--- Data listing ---
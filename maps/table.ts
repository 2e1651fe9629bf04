/**
 * Table helpers shared by the editor, the validator, the formats and the API. The table type
 * itself is defined once in physics/table.ts (the lower layer) and re-exported here.
 */
import type { MapKind, MapTable } from '../physics/table'
import { MapInputError } from './errors'

export { MAP_KINDS, type MapKind, type MapTable } from '../physics/table'

/** Axis sizes accepted everywhere (schema, CSV, breakpoint edits): small enough for firmware. */
export const MIN_BREAKPOINTS = 2
export const MAX_BREAKPOINTS = 64

/**
 * A deep copy, so operations can build their result without touching the input.
 * @example const copy = cloneTable(t); copy.values[0][0] = 5 // t unchanged
 */
export function cloneTable(t: MapTable): MapTable {
  return { kind: t.kind, rowAxis: [...t.rowAxis], colAxis: [...t.colAxis], values: t.values.map((r) => [...r]) }
}

/**
 * A table whose every cell is `value` (handy for tests and for starting a new map).
 * @example filledTable('drive', [0, 100], [0, 50], 0).values // [[0, 0], [0, 0]]
 */
export function filledTable(kind: MapKind, rowAxis: number[], colAxis: number[], value: number): MapTable {
  return { kind, rowAxis: [...rowAxis], colAxis: [...colAxis], values: rowAxis.map(() => colAxis.map(() => value)) }
}

/** True when both axes have the same breakpoints, bit for bit. */
export function sameAxes(a: MapTable, b: MapTable): boolean {
  const eq = (x: number[], y: number[]) => x.length === y.length && x.every((v, i) => v === y[i])
  return eq(a.rowAxis, b.rowAxis) && eq(a.colAxis, b.colAxis)
}

/**
 * Throw MapInputError naming the first non-finite breakpoint or value; writers call this so a
 * NaN never reaches a file as "NaN" (CSV) or null (JSON).
 * @example assertFiniteTable({ ...t, values: [[NaN]] }, 'CSV') // throws "cannot write CSV: value in row 1, column 1 is NaN"
 */
export function assertFiniteTable(t: MapTable, format: string): void {
  const bad = (what: string, v: number) => {
    throw new MapInputError('not-finite', `cannot write ${format}: ${what} is ${v}`)
  }
  t.rowAxis.forEach((v, i) => Number.isFinite(v) || bad(`pedal breakpoint ${i + 1}`, v))
  t.colAxis.forEach((v, i) => Number.isFinite(v) || bad(`speed breakpoint ${i + 1}`, v))
  t.values.forEach((row, r) => row.forEach((v, c) => Number.isFinite(v) || bad(`value in row ${r + 1}, column ${c + 1}`, v)))
}
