/**
 * Make user text safe inside generated C: identifiers and comment lines.
 */

/** Identifier base length; with the longest suffix ("_speed_axis") it stays within C99's 63 significant characters. */
const MAX_BASE = 40

/**
 * A lowercase C identifier base from free text: runs of anything but letters, digits and `_`
 * become one `_`, leading/trailing `_` go (a leading `_` plus capital, or `__`, is reserved
 * to the implementation), a leading digit gets a `map_` prefix, empty text becomes `map`.
 * The base never stands alone in the header (it always gets a suffix), so a C keyword is harmless.
 * @example cIdentifier('Drive map 3.1 (6×4)') // 'drive_map_3_1_6_4'
 */
export function cIdentifier(text: string): string {
  let id = text.replace(/[^A-Za-z0-9_]+/g, '_').replace(/_+/g, '_').replace(/^_+|_+$/g, '').toLowerCase()
  if (id === '') id = 'map'
  if (/^[0-9]/.test(id)) id = 'map_' + id
  return id.slice(0, MAX_BASE).replace(/_+$/, '')
}

/**
 * One line of comment text: printable ASCII only (a firmware toolchain may not read UTF-8),
 * no comment delimiters, no trigraph starts, at most `max` characters.
 * @example commentText('6×4 tractor\nrig') // '6x4 tractor rig'  (and a comment end becomes '* /')
 */
export function commentText(text: string, max = 120): string {
  const ascii = text
    .replace(/×/g, 'x')
    .replace(/·/g, '*')
    .replace(/[\r\n\t]+/g, ' ')
    .replace(/[^\x20-\x7e]/g, '?')
    .replace(/\*\//g, '* /')
    .replace(/\/\*/g, '/ *')
    .replace(/\?(?=\?)/g, '? ')
  return ascii.length > max ? ascii.slice(0, max - 3) + '...' : ascii
}

/** A 32-bit unsigned C literal in hex. @example hexU32(0xcbf43926) // '0xCBF43926u' */
export const hexU32 = (n: number) => '0x' + n.toString(16).toUpperCase().padStart(8, '0') + 'u'

/**
 * A data-only C header: the comment block (an empty line becomes ` *`), the include guard, `<stdint.h>`, the body
 * lines, the guard's end. One skeleton for every header the packages hold, so they read and guard alike.
 */
export function cHeaderFile(comment: readonly string[], guard: string, body: readonly string[]): string {
  return [
    '/*',
    ...comment.map((l) => (l === '' ? ' *' : ` * ${l}`)),
    ' */',
    `#ifndef ${guard}`,
    `#define ${guard}`,
    '',
    '#include <stdint.h>',
    '',
    ...body,
    '',
    `#endif /* ${guard} */`,
    '',
  ].join('\n')
}
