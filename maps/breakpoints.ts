/**
 * Breakpoint editing: add, remove or move a pedal (row) or speed (col) breakpoint.
 * All return a new table; the input is never modified.
 */
import { MapEditError } from './errors'
import { lookup } from './lookup'
import { formatExact } from './number-format'
import { cloneTable, MAX_BREAKPOINTS, MIN_BREAKPOINTS, type MapTable } from './table'

export type AxisName = 'row' | 'col'

const label = (axis: AxisName) => (axis === 'row' ? 'pedal' : 'speed')

function checkAxisName(axis: AxisName): void {
  if (axis !== 'row' && axis !== 'col') throw new MapEditError('bad-axis', `axis must be 'row' or 'col', got ${String(axis)}`)
}

function checkIndex(table: MapTable, axis: AxisName, index: number): void {
  const n = axis === 'row' ? table.rowAxis.length : table.colAxis.length
  if (!Number.isInteger(index) || index < 0 || index >= n)
    throw new MapEditError('bad-index', `${label(axis)} breakpoint index ${index} is outside 0–${n - 1}`)
}

/**
 * A new breakpoint at `value` (%, or km/h), its row or column filled by lookup on the old table,
 * so the surface is unchanged at every point (inside the old range; outside it the edge values
 * are held, as lookup does). Throws MapEditError if the value exists or the axis is full.
 * @example insertBreakpoint(t, 'col', 15).colAxis // [0, 10, 15, 20] for [0, 10, 20]
 */
export function insertBreakpoint(table: MapTable, axis: AxisName, value: number): MapTable {
  checkAxisName(axis)
  if (!Number.isFinite(value)) throw new MapEditError('not-finite', `a breakpoint must be a finite number, got ${value}`)
  const list = axis === 'row' ? table.rowAxis : table.colAxis
  if (list.includes(value)) throw new MapEditError('duplicate-breakpoint', `there is already a ${label(axis)} breakpoint at ${formatExact(value)}`)
  if (list.length >= MAX_BREAKPOINTS) throw new MapEditError('too-many-breakpoints', `a map has at most ${MAX_BREAKPOINTS} ${label(axis)} breakpoints`)
  const at = list.findIndex((b) => b > value)
  const i = at === -1 ? list.length : at
  const out = cloneTable(table)
  if (axis === 'row') {
    out.rowAxis.splice(i, 0, value)
    out.values.splice(i, 0, table.colAxis.map((s) => lookup(table, value, s)))
  } else {
    out.colAxis.splice(i, 0, value)
    out.values.forEach((row, r) => row.splice(i, 0, lookup(table, table.rowAxis[r], value)))
  }
  return out
}

/**
 * The table without breakpoint `index` and its row or column. Refuses to go below 2 breakpoints.
 * @example removeBreakpoint(t, 'row', 1).rowAxis // [0, 100] for [0, 50, 100]
 */
export function removeBreakpoint(table: MapTable, axis: AxisName, index: number): MapTable {
  checkAxisName(axis)
  checkIndex(table, axis, index)
  const n = axis === 'row' ? table.rowAxis.length : table.colAxis.length
  if (n <= MIN_BREAKPOINTS) throw new MapEditError('too-few-breakpoints', `a map needs at least ${MIN_BREAKPOINTS} ${label(axis)} breakpoints`)
  const out = cloneTable(table)
  if (axis === 'row') {
    out.rowAxis.splice(index, 1)
    out.values.splice(index, 1)
  } else {
    out.colAxis.splice(index, 1)
    out.values.forEach((row) => row.splice(index, 1))
  }
  return out
}

/**
 * Move breakpoint `index` to `value`, keeping its cell values (the calibrator is saying "this
 * row belongs at 35 %", not resampling). The value must stay strictly between its neighbours,
 * otherwise MapEditError 'breakpoint-order' is thrown.
 * @example setBreakpoint(t, 'col', 1, 12).colAxis // [0, 12, 20] for [0, 10, 20]
 */
export function setBreakpoint(table: MapTable, axis: AxisName, index: number, value: number): MapTable {
  checkAxisName(axis)
  checkIndex(table, axis, index)
  if (!Number.isFinite(value)) throw new MapEditError('not-finite', `a breakpoint must be a finite number, got ${value}`)
  const list = axis === 'row' ? table.rowAxis : table.colAxis
  const prev = index > 0 ? list[index - 1] : -Infinity
  const next = index < list.length - 1 ? list[index + 1] : Infinity
  if (!(value > prev && value < next)) {
    const unit = (v: number) => `${formatExact(v)} ${axis === 'row' ? '%' : 'km/h'}`
    throw new MapEditError('breakpoint-order', breakpointOrderMessage(label(axis), index, prev, next, value, unit))
  }
  const out = cloneTable(table)
  ;(axis === 'row' ? out.rowAxis : out.colAxis)[index] = value
  return out
}

/**
 * Why a moved breakpoint breaks the order, with its position (#, counted from 1) kept apart from
 * its values (with units), e.g. "speed breakpoint #3 must lie between 3 km/h and 10 km/h; 12 km/h
 * would break the order". `prev`/`next` are ±Infinity at the ends of the axis.
 */
export function breakpointOrderMessage(axisWord: string, index: number, prev: number, next: number, value: number, fmt: (v: number) => string): string {
  const range = Number.isFinite(prev) && Number.isFinite(next) ? `between ${fmt(prev)} and ${fmt(next)}` : Number.isFinite(prev) ? `above ${fmt(prev)}` : `below ${fmt(next)}`
  return `${axisWord} breakpoint #${index + 1} must lie ${range}; ${fmt(value)} would break the order`
}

--- Exercise prompt ---
Up to and including the line with "for firmware. */", repeat the entries exactly, beginning at their first line.

--- Result of this task ---
filename maps/table.ts
repository 2e1651fe9629bf04
/**
 * Table helpers shared by the editor, the validator, the formats and the API. The table type
 * itself is defined once in physics/table.ts (the lower layer) and re-exported here.
 */
import type { MapKind, MapTable } from '../physics/table'
import { MapInputError } from './errors'

export { MAP_KINDS, type MapKind, type MapTable } from '../physics/table'

/** Axis sizes accepted everywhere (schema, CSV, breakpoint edits): small enough for firmware. */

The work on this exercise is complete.